Amadeo looked at the doctor. What had he said?

"When you put a woman on a pedestal," Dr. Lloyd said, "you're fixing her in your image." He stopped and laughed. "Not like you've been fixed, of course."

Amadeo rolled his eyes.

The doctor continued. "The kid glove treatment is just a tactic you use to keep your wife pacified."

Amadeo begrudged Dr. Lloyd his point. Irina was a lot tougher than he was. However, he had a final question. "What becomes of gallantry?"

"If you're so gallant, how can lobbying for a love life offend her?"

Amadeo guessed it was time to revise his definition of manhood. As they prepared for bed, he told Irina, "I had an enlightening discussion with a therapist."

"How typical. We need couples counseling and you seek help for yourself."

After explaining how he met Dr. Lloyd, Amadeo, fumbling for words, chose the expression Irina had used. "He told me I've got to get my needs met within the marriage."

She laughed in his face. "Your needs? I've met your needs. There's Larry Lust. Harry Hoops. Herman Hard Drive."

The wounds Irina's wit inflicted were to herself, Amadeo thought.

Shelving the sarcasm, she asked, "What about our son's needs?"

"A little money put aside for child care to give you a break would help."

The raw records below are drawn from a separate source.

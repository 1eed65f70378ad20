import { BOOKS, type BookId, type Entry } from '../books/book.ts';
import { cents } from '../units/cents.ts';
import type { ByBook } from './position.ts';

/** Running sums of the books in plain numbers; `asByBook` brands them. */
export type BookSums = Record<BookId, number>;

export function noSums(): BookSums {
  return { billAvoided: 0, incentive: 0, insurance: 0, credit: 0, loan: 0, upkeep: 0, costs: 0 };
}

/** Only cash and avoided money adds up; a memo is shown and never summed. */
export function counts(entry: { basis: Entry['basis'] }): boolean {
  return entry.basis !== 'memo';
}

export function asByBook(sums: BookSums): ByBook {
  return {
    billAvoided: cents(sums.billAvoided),
    incentive: cents(sums.incentive),
    insurance: cents(sums.insurance),
    credit: cents(sums.credit),
    loan: cents(sums.loan),
    upkeep: cents(sums.upkeep),
    costs: cents(sums.costs),
  };
}

export function totalOf(sums: BookSums): number {
  let total = 0;
  for (const book of BOOKS) total += sums[book];
  return total;
}
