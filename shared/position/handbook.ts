import type { Entry } from '../books/book.ts';
import { plainInput, stated } from '../books/inputs.ts';
import { sayKwh } from '../ledger/say.ts';
import { keptAt } from '../settlement/place.ts';
import { cents, dollarsText } from '../units/cents.ts';
import { addDays, addMonths, type Day, monthsBetween } from '../units/day.ts';
import { kwhText, type Wh, wh } from '../units/energy.ts';
import { Exact, exact, roundToCents, usdOf } from '../units/rate.ts';
import type { DecimalText } from '../units/rate-text.ts';
import type { Working, WorkingInput } from '../working.ts';
import type { ProjectionBasis } from './basis.ts';
import { NO_CHANGES } from './changes.ts';
import { paybackYears, presentValue, rateOfReturn } from './economics.ts';
import { loansOf } from './loans.ts';
import { segmentsOf } from './month-heaps.ts';
import { energyOf, type MonthlyEnergy } from './monthly-energy.ts';
import type { Handbook, HandbookColumn, PlainFigure } from './outlook.ts';
import type { PositionPoint, ProjectedMonth } from './position.ts';
import { type ProjectionParts, projectParts } from './project.ts';

export type HandbookInput = {
  basis: ProjectionBasis;
  /** The position's points and its placed entries. */
  points: readonly PositionPoint[];
  entries: readonly Entry[];
};

/** The sums of one year: all of them, and those that are the roof's cost (loan, upkeep, costs, tax credit). */
type Year = { allCents: number; costCents: number };

/**
 * The handbook figures: everything recorded, and the base projection to its horizon, as yearly sums. Year 0 holds what was paid or came before the first cycle;
 * year n the twelve months that end n years after it, counted at their end. What is still owed to lenders at the horizon is paid then. As if cash: no payments to lenders,
 * the loans' principal less dealer fees in year 0. Null while nothing can be projected.
 */
export function handbookOf(input: HandbookInput): Handbook | null {
  const { basis } = input;
  const loans = loansOf(basis.facts);
  const parts = projectParts(basis);
  const cash =
    loans.length === 0 ? null : projectParts(basis, { ...NO_CHANGES, facts: { loan: null, otherLoans: [] } });
  const start = input.points.find((point) => point.cycle === 'before')?.on;
  if (!parts.ok || cash?.ok === false || start === undefined) return null;
  const rate = basis.facts.assumptions.discountRate;
  const energy = energyByYear(basis, parts, start);
  const bought = yearsOf(start, input, parts.months, { withLoans: true });
  const column = (years: readonly Year[], way: string) => columnOf(years, energy.wh, rate, way);
  let asCash: HandbookColumn | null = null;
  if (cash !== null) {
    const years = yearsOf(start, input, cash.months, { withLoans: false });
    const price = loans.reduce((sum, one) => sum + one.principalCents - one.dealerFeeCents, 0);
    addTo(years, 0, -price, -price);
    asCash = column(years, 'as if bought with cash');
  }
  return {
    discountRate: rate,
    years: bought.length - 1,
    estimatedCycles: energy.estimated,
    asBought: column(bought, 'as bought'),
    asCash,
  };
}

/** Which year a day from the start on lies in: n in the n-th twelve months. */
function yearOfDay(start: Day, on: Day): number {
  const years = Math.floor(monthsBetween(start, on) / 12);
  return addMonths(start, 12 * years) <= on ? years + 1 : years;
}

function addTo(years: Year[], at: number, allCents: number, costCents: number): void {
  while (years.length <= at) years.push({ allCents: 0, costCents: 0 });
  const year = keptAt(years, at);
  year.allCents += allCents;
  year.costCents += costCents;
}

function yearsOf(
  start: Day,
  { points, entries }: HandbookInput,
  months: readonly ProjectedMonth[],
  { withLoans }: { withLoans: boolean },
): Year[] {
  const years: Year[] = [];
  const loanPaid = new Map<string, number>();
  for (const entry of entries) {
    if (entry.basis === 'memo' || entry.book !== 'loan' || entry.id.startsWith('lease-')) continue;
    loanPaid.set(entry.cycle, (loanPaid.get(entry.cycle) ?? 0) + entry.amountCents);
  }
  const add = (at: number, { books, addedCents }: Pick<PositionPoint, 'books' | 'addedCents'>, off: number) => {
    addTo(years, at, addedCents - off, books.loan + books.upkeep + books.costs + books.credit - off);
  };
  // A sum of a cycle or month lies in the year that holds its last day.
  for (const point of points) {
    if (point.cycle === 'since') continue;
    const off = withLoans ? 0 : (loanPaid.get(point.cycle) ?? 0);
    add(point.cycle === 'before' ? 0 : yearOfDay(start, addDays(point.on, -1)), point, off);
  }
  for (const month of months) add(yearOfDay(start, addDays(month.on, -1)), month, 0);
  const owed = withLoans ? keptAt(months, months.length - 1).loanPayoffCents : 0;
  addTo(years, years.length - 1, owed, owed);
  return years;
}

/** Production by year in Wh, year 0 without any; a cycle whose production is not known at the record's mean for its days. */
function energyByYear(basis: ProjectionBasis, parts: ProjectionParts, start: Day): { wh: Wh[]; estimated: number } {
  const sums: number[] = [0];
  let estimated = 0;
  const add = (on: Day, amount: number) => {
    const at = yearOfDay(start, addDays(on, -1));
    while (sums.length <= at) sums.push(0);
    sums[at] = keptAt(sums, at) + amount;
  };
  for (const { from, to, productionWh } of basis.cycles) {
    if (productionWh === null) estimated += 1;
    add(to, productionWh ?? meanOver(parts.energy, from, to));
  }
  for (const [at, period] of parts.periods.entries()) add(period.to, keptAt(parts.energies, at).productionWh);
  return { wh: sums.map(wh), estimated };
}

function meanOver(energy: MonthlyEnergy, from: Day, to: Day): number {
  return segmentsOf(from, to).reduce(
    (sum, { month, days }) => sum + energyOf(keptAt(energy.productionPerDay, month), days, new Exact(1)),
    0,
  );
}

function columnOf(years: readonly Year[], energy: readonly Wh[], rate: DecimalText, way: string): HandbookColumn {
  const flows = years.map((year) => usdOf(cents(year.allCents)));
  const flowInput = yearly(
    'flows',
    `Kept or received less paid, ${way}, year 0 to ${years.length - 1}`,
    years,
    'allCents',
  );
  const rateInput = plainInput('rate', 'Discount rate a year', rate, 'fraction', stated('Assumptions'));
  const simple = paybackYears(new Exact(0), flows);
  const discounted = paybackYears(exact(rate), flows);
  const irr = rateOfReturn(flows);
  return {
    simplePayback: plain(
      simple,
      2,
      'years',
      'Years until the sums so far are at zero and stay there',
      'payback(0, flows)',
      [flowInput],
    ),
    discountedPayback: plain(
      discounted,
      2,
      'years',
      'The same with each year’s sum brought to today’s worth',
      'payback(rate, flows)',
      [rateInput, flowInput],
    ),
    rateOfReturn: plain(
      irr,
      4,
      'fraction',
      'The yearly rate at which all sums together are worth nothing today',
      'irr(flows)',
      [flowInput],
    ),
    netPresentValue: {
      amountCents: roundToCents(presentValue(exact(rate), flows)),
      working: working('Each year’s sum brought to the worth of year 0, added', 'roundCents(npv(rate, flows))', 'USD', [
        rateInput,
        flowInput,
      ]),
    },
    costPerKwh: costPerKwh(years, energy, rate, rateInput),
  };
}

function costPerKwh(
  years: readonly Year[],
  energy: readonly Wh[],
  rate: DecimalText,
  rateInput: WorkingInput,
): PlainFigure | null {
  const made = presentValue(
    exact(rate),
    energy.map((amount) => exact(kwhText(amount))),
  );
  if (made.lte(0)) return null;
  const paid = presentValue(
    exact(rate),
    years.map((year) => usdOf(cents(year.costCents))),
  );
  return plain(
    paid.negated().div(made),
    4,
    'USD/kWh',
    'What was paid for the roof, less tax credit and other income, over what it makes, both brought to the worth of year 0',
    '-npv(rate, costs) / npv(rate, production)',
    [
      rateInput,
      yearly('costs', 'Loan, upkeep, costs and tax credit by year', years, 'costCents'),
      {
        name: 'production',
        label: `Production by year, ${sayKwh(energy.reduce<Wh>((sum, one) => wh(sum + one), wh(0)))} kWh in all`,
        value: energy.map(kwhText),
        unit: 'kWh',
        source: stated('The record and the projection'),
      },
    ],
  );
}

function yearly(name: string, label: string, years: readonly Year[], key: keyof Year): WorkingInput {
  return {
    name,
    label,
    value: years.map((year) => dollarsText(cents(year[key]))),
    unit: 'USD',
    source: stated('The record and the projection, by year'),
  };
}

/** A figure rounded to some decimals by its working; null stays null. */
function plain(
  value: Exact | null,
  decimals: number,
  unit: string,
  words: string,
  formula: string,
  inputs: WorkingInput[],
): PlainFigure | null {
  if (value === null) return null;
  return {
    value: value.toDecimalPlaces(decimals, Exact.ROUND_HALF_UP).toString(),
    working: working(words, `roundTo(${formula}, ${decimals})`, unit, inputs),
  };
}

function working(words: string, formula: string, unit: string, inputs: WorkingInput[]): Working {
  return { words, formula, inputs, unit, basis: 'estimated' };
}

"And to make that money, who will be home less?"

"Look, Irina," Amadeo said, "if this is a contest to see who can give more to Radu, I'm hopelessly outclassed. What he needs is his parents intimate and a warm household."

"He's got me. He doesn't need anyone else."

Something else needed revision: Amadeo's inclination to give equal weight to all of a woman's words. He got into bed and turned from Irina.

She wasn't finished. "That's what you want, isn't it? For me and Radu to go off somewhere and leave you in peace."

"Start making sense," Amadeo said.

"Oh, now I'm crazy."

Amadeo closed his eyes.

Irina began crying. "That gives you license to disregard everything I say, doesn't it? I hope you're happy. You don't even fight with me and you win."

Amadeo opened his eyes, sat up, and said, "No, the marriage wins. You may not have been playing fair, but I wasn't even in the game. Time for me to get off the bench and come in from the sidelines."

Irina cocked her head. She was finally going to get the fight for which she had been spoiling.